As you’ll be able to see, our mannequin generated a brand new episode script, which could be very correct and attention-grabbing.
Conclusion
In conclusion, Generative AI is a strong device for script era. It will possibly create a brand new script that matches the tone of a selected internet sequence wherein the mannequin is skilled. It will possibly scale back the effort and time of human writers. The standard of the generated scripts depends upon the standard and amount of the dataset. It additionally depends upon the selection of the mannequin and its parameters. Regardless of these challenges, script writers can use a script generator as an preliminary draft of an episode, and so they can refine it to their wants decreasing the whole time of script writing.
Key Takeaways
- Generative AI could be a helpful expertise for scriptwriters as they will construct and use script mills with it.

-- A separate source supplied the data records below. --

import type { QueryClient } from '@tanstack/react-query';
import { queryKeys } from '../../../lib/query-keys';

/** A model change moves the model, the overview's counts, and the register (its effects name regions and processes). */
export function invalidateModel(queryClient: QueryClient, slug: string) {
  void queryClient.invalidateQueries({ queryKey: queryKeys.model(slug) });
  void queryClient.invalidateQueries({ queryKey: queryKeys.overview(slug) });
  void queryClient.invalidateQueries({ queryKey: queryKeys.entries(slug) });
}
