describe('alternative templates', () => {
  const url = '/api/analyses/demo/entries/flare_escale/replicas';
  const preview = (saved: boolean): ReplicaPreview => ({
    saved,
    filename: 'scales.csv',
    sha256: 'c'.repeat(64),
    method: 'components',
    region: 'CR-shower',
    process: 'continuum',
    templates: ['alt1', 'alt2', 'alt3'],
    nominal: [100, 50],
    edges: [1000, 1100, 1200],
    effects: [
      { entry: 'flare_escale', created: false, up: [104, 51], down: [96, 49], fraction: 0.82, warnings: [] },
      { entry: 'flare_escale_pc2', created: true, up: [101, 49], down: [99, 51], fraction: 0.12, warnings: [] },
    ],
    kept: 0.94,
  });
  const file = () => new File(['region,process,template,bin,yield\n'], 'scales.csv', { type: 'text/csv' });

  it('previews every effect to be written with its entry and share of the variance, then saves the same file and options', async () => {
    const user = userEvent.setup();
    const calls = stubServer((method, u) => {
      if (method === 'POST' && u === `${url}?save=0`) return json(200, preview(false));
      if (method === 'POST' && u === `${url}?save=1`) return json(201, preview(true));
    });
    renderWithApp(<ReplicaUpload slug="demo" entryKey="flare_escale" regions={new Map()} processLabels={new Map()} />);
    await user.upload(screen.getByLabelText('Alternative templates (CSV or JSON)'), file());
    await user.click(screen.getByRole('radio', { name: 'Principal components' }));
    await user.clear(screen.getByLabelText(/Keep components up to/));
    await user.type(screen.getByLabelText(/Keep components up to/), '90');
    await user.click(screen.getByRole('button', { name: 'Preview the alternative templates' }));

    const region = await screen.findByRole('region', { name: 'Preview of the alternative templates' });
    expect(within(region).getByText(/2 components kept, holding/).textContent).toContain('94.0 %');
    const first = within(region).getByRole('article', { name: 'Effect on CR-shower × continuum for flare_escale' });
    expect(within(first).getByText('this entry')).toBeTruthy();
    expect(within(first).getByText('component 1: 82.0 % of the variance')).toBeTruthy();
    const second = within(region).getByRole('article', { name: 'Effect on CR-shower × continuum for flare_escale_pc2' });
    expect(within(second).getByText('new entry flare_escale_pc2')).toBeTruthy();
    expect(within(second).getByText('component 2: 12.0 % of the variance')).toBeTruthy();

    await user.click(screen.getByRole('button', { name: 'Save 2 effects' }));
    const status = await screen.findByRole('status');
    expect(status.textContent).toContain('Saved the principal components of the alternatives in scales.csv on CR-shower × continuum');
    expect(within(status).getByRole('link', { name: 'flare_escale_pc2' }).getAttribute('href')).toBe('/a/demo/entries/flare_escale_pc2');
    const posts = calls.filter((c) => c.url.startsWith(url));
    expect(posts.map((c) => c.url)).toEqual([`${url}?save=0`, `${url}?save=1`]);
    for (const p of posts) {
      const form = p.body as FormData;
      expect((form.get('file') as File).name).toBe('scales.csv');
      expect(JSON.parse(String(form.get('options')))).toEqual({ method: 'components', keep: 0.9 });
    }
    expect(screen.queryByRole('region', { name: 'Preview of the alternative templates' })).toBeNull();
  });

  it('sends the envelope by default, and refuses a kept share out of range before sending', async () => {
    const user = userEvent.setup();
    const calls = stubServer((method, u) => (method === 'POST' && u === `${url}?save=0` ? json(200, { ...preview(false), method: 'envelope', kept: null, effects: [{ ...preview(false).effects[0], fraction: null }] }) : undefined));
    renderWithApp(<ReplicaUpload slug="demo" entryKey="flare_escale" regions={new Map()} processLabels={new Map()} />);
    await user.upload(screen.getByLabelText('Alternative templates (CSV or JSON)'), file());
    await user.click(screen.getByRole('radio', { name: 'Principal components' }));
    await user.clear(screen.getByLabelText(/Keep components up to/));
    await user.type(screen.getByLabelText(/Keep components up to/), '0');
    await user.click(screen.getByRole('button', { name: 'Preview the alternative templates' }));
    expect(screen.getByLabelText(/Keep components up to/).getAttribute('aria-invalid')).toBe('true');
    expect(calls.some((c) => c.url.startsWith(url))).toBe(false);

    await user.click(screen.getByRole('radio', { name: 'Envelope' }));
    await user.click(screen.getByRole('button', { name: 'Preview the alternative templates' }));
    await screen.findByRole('region', { name: 'Preview of the alternative templates' });
    expect(JSON.parse(String((calls.find((c) => c.url.startsWith(url))!.body as FormData).get('options')))).toEqual({ method: 'envelope' });
  });

  it('shows a refused file in the server’s words, naming row and column', async () => {
    const user = userEvent.setup();
    const message = 'Nothing was saved. "scales.csv" has 1 problem: Row 4, column "bin": bin 3 is outside region "CR-shower" (2 bins).';
    stubServer((method) => (method === 'POST' ? json(422, { error: { message } }) : undefined));
    renderWithApp(<ReplicaUpload slug="demo" entryKey="flare_escale" regions={new Map()} processLabels={new Map()} />);
    await user.upload(screen.getByLabelText('Alternative templates (CSV or JSON)'), file());
    await user.click(screen.getByRole('button', { name: 'Preview the alternative templates' }));
    await waitFor(() => expect(screen.getByRole('alert').textContent).toContain('Row 4, column "bin"'));
    expect(screen.queryByRole('button', { name: /^Save/ })).toBeNull();
  });
});
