import { useMutation, useQueryClient } from '@tanstack/react-query';
import type { HypothesisUploadResult } from '@shared/schemas/signal-hypotheses';
import { analysisPath, api } from '../../../lib/api-client';
import { invalidateHypotheses } from './invalidate';

export type HypothesisUpload = { key: string; label: string; value: string; file: File; effects: string | null; save: boolean };

/**
 * One hypothesis from its templates CSV and, optionally, its effects (the text of a JSON file).
 * `save: false` checks it and reports what it would be, writing nothing; `save: true` writes it.
 */
export function uploadSignalHypothesis(slug: string, { key, label, value, file, effects, save }: HypothesisUpload): Promise<HypothesisUploadResult> {
  const form = new FormData();
  form.append('key', key);
  form.append('label', label);
  form.append('value', value);
  if (effects !== null) form.append('effects', effects);
  form.append('file', file);
  return api.upload<HypothesisUploadResult>(`${analysisPath(slug, 'signal-hypotheses')}?save=${save ? 1 : 0}`, form);
}

export function useUploadSignalHypothesis(slug: string) {
  const queryClient = useQueryClient();
  return useMutation({
    mutationFn: (upload: HypothesisUpload) => uploadSignalHypothesis(slug, upload),
    onSuccess: (result) => {
      if (result.saved) invalidateHypotheses(queryClient, slug);
    },
  });
}
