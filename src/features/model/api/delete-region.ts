import { useMutation, useQueryClient } from '@tanstack/react-query';
import { analysisPath, api } from '../../../lib/api-client';
import { invalidateModel } from './invalidate';

/** Refused (409, with the reason) while register effects use the region. */
export function deleteRegion(slug: string, key: string): Promise<void> {
  return api.delete(analysisPath(slug, 'regions', key));
}

export function useDeleteRegion(slug: string) {
  const queryClient = useQueryClient();
  return useMutation({ mutationFn: (key: string) => deleteRegion(slug, key), onSuccess: () => invalidateModel(queryClient, slug) });
}
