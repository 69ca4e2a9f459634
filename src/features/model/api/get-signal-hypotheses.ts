import { queryOptions, useQuery } from '@tanstack/react-query';
import type { SignalHypotheses } from '@shared/schemas/signal-hypotheses';
import { analysisPath, api } from '../../../lib/api-client';
import { queryKeys } from '../../../lib/query-keys';

/** The signal hypotheses by value, with their parameter and what any of them lacks since the model changed. */
export function getSignalHypotheses(slug: string): Promise<SignalHypotheses> {
  return api.get<SignalHypotheses>(analysisPath(slug, 'signal-hypotheses'));
}

export const signalHypothesesQueryOptions = (slug: string) => queryOptions({ queryKey: queryKeys.signalHypotheses(slug), queryFn: () => getSignalHypotheses(slug) });

export function useSignalHypotheses(slug: string) {
  return useQuery(signalHypothesesQueryOptions(slug));
}
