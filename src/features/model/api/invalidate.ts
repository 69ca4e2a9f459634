import type { QueryClient } from '@tanstack/react-query';
import { queryKeys } from '../../../lib/query-keys';

/** A model change moves the model, the overview's counts, and the register (its effects name regions and processes). */
export function invalidateModel(queryClient: QueryClient, slug: string) {
  void queryClient.invalidateQueries({ queryKey: queryKeys.model(slug) });
  void queryClient.invalidateQueries({ queryKey: queryKeys.overview(slug) });
  void queryClient.invalidateQueries({ queryKey: queryKeys.entries(slug) });
}

/** A change of the signal hypotheses moves their list only (the model's own templates stay). */
export function invalidateHypotheses(queryClient: QueryClient, slug: string) {
  void queryClient.invalidateQueries({ queryKey: queryKeys.signalHypotheses(slug) });
}
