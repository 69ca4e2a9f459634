import { useMutation, useQueryClient } from '@tanstack/react-query';
import { analysisPath, api } from '../../../lib/api-client';
import { invalidateModel } from './invalidate';

export function deleteProcess(slug: string, key: string): Promise<void> {
  return api.delete(analysisPath(slug, 'processes', key));
}

export function useDeleteProcess(slug: string) {
  const queryClient = useQueryClient();
  return useMutation({ mutationFn: (key: string) => deleteProcess(slug, key), onSuccess: () => invalidateModel(queryClient, slug) });
}
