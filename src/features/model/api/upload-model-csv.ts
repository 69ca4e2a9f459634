import { useMutation, useQueryClient } from '@tanstack/react-query';
import type { ModelCsvKind, ModelUploadResult } from '@shared/schemas/register';
import { analysisPath, api } from '../../../lib/api-client';
import { invalidateModel } from './invalidate';

/** `save: false` checks the file and reports what it would set, writing nothing; `save: true` writes it. */
export function uploadModelCsv(slug: string, kind: ModelCsvKind, file: File, save: boolean): Promise<ModelUploadResult> {
  const form = new FormData();
  form.append('file', file);
  return api.upload<ModelUploadResult>(`${analysisPath(slug, 'model', 'csv')}?kind=${kind}&save=${save ? 1 : 0}`, form);
}

export function useUploadModelCsv(slug: string) {
  const queryClient = useQueryClient();
  return useMutation({
    mutationFn: ({ kind, file, save }: { kind: ModelCsvKind; file: File; save: boolean }) => uploadModelCsv(slug, kind, file, save),
    onSuccess: (result) => {
      if (result.saved) invalidateModel(queryClient, slug);
    },
  });
}
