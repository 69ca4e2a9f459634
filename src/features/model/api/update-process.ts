import { useMutation, useQueryClient } from '@tanstack/react-query';
import type { Process } from '@shared/schemas/api';
import type { ProcessInput } from '@shared/schemas/register';
import { analysisPath, api } from '../../../lib/api-client';
import { invalidateModel } from './invalidate';

export type ProcessPatch = Partial<Omit<ProcessInput, 'key'>>;

export function updateProcess(slug: string, key: string, body: ProcessPatch): Promise<Process> {
  return api.patch<Process>(analysisPath(slug, 'processes', key), body);
}

export function useUpdateProcess(slug: string) {
  const queryClient = useQueryClient();
  return useMutation({
    mutationFn: ({ key, body }: { key: string; body: ProcessPatch }) => updateProcess(slug, key, body),
    onSuccess: () => invalidateModel(queryClient, slug),
  });
}
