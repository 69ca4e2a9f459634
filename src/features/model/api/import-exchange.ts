import { useMutation, useQueryClient } from '@tanstack/react-query';
import { analysisPath, api } from '../../../lib/api-client';
import { invalidateModel } from './invalidate';
import { queryKeys } from '../../../lib/query-keys';

/** What an import created, counted. */
export type ImportResult = { regions: number; processes: number; entries: number; parametersOfInterest: number; hypotheses: number };

/** Only accepted into an analysis that has no model yet. */
export function importExchange(slug: string, file: File): Promise<ImportResult> {
  const form = new FormData();
  form.append('file', file);
  return api.upload<ImportResult>(analysisPath(slug, 'exchange'), form);
}

/** Where the whole model downloads as one exchange file (blinded signal-region data left out). */
export const exchangeDownloadUrl = (slug: string) => analysisPath(slug, 'exchange');

export function useImportExchange(slug: string) {
  const queryClient = useQueryClient();
  return useMutation({
    mutationFn: (file: File) => importExchange(slug, file),
    onSuccess: () => {
      invalidateModel(queryClient, slug);
      void queryClient.invalidateQueries({ queryKey: queryKeys.groups(slug) });
    },
  });
}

- To construct this script generator, we should always first collect an internet sequence dataset, put together the dataset in an appropriate format, construct the mannequin, and generate a brand new episode script.
- One of many primary challenges whereas constructing this script generator is that it requires quite a lot of computational energy.
- The standard of the newly generated script depends upon the amount and high quality of the coaching information.
The media proven on this article are usually not owned by Analytics Vidhya and is used on the Creator’s discretion.
Continuously Requested Questions
A. Generative AI is a expertise able to creating new issues, reminiscent of pictures, songs, movies, textual content, and many others.
A. It will possibly assist the scriptwriters by producing a brand new episode script as an preliminary draft. Scriptwriters can use this draft to refine it to their wants and make the ultimate draft, decreasing the whole time to jot down the script.
A. The necessity for computational sources is among the primary challenges in constructing the script generator.
A. No, Generative AI can’t utterly substitute scriptwriters but. However it will possibly assist script writers to jot down a brand new script in a short while.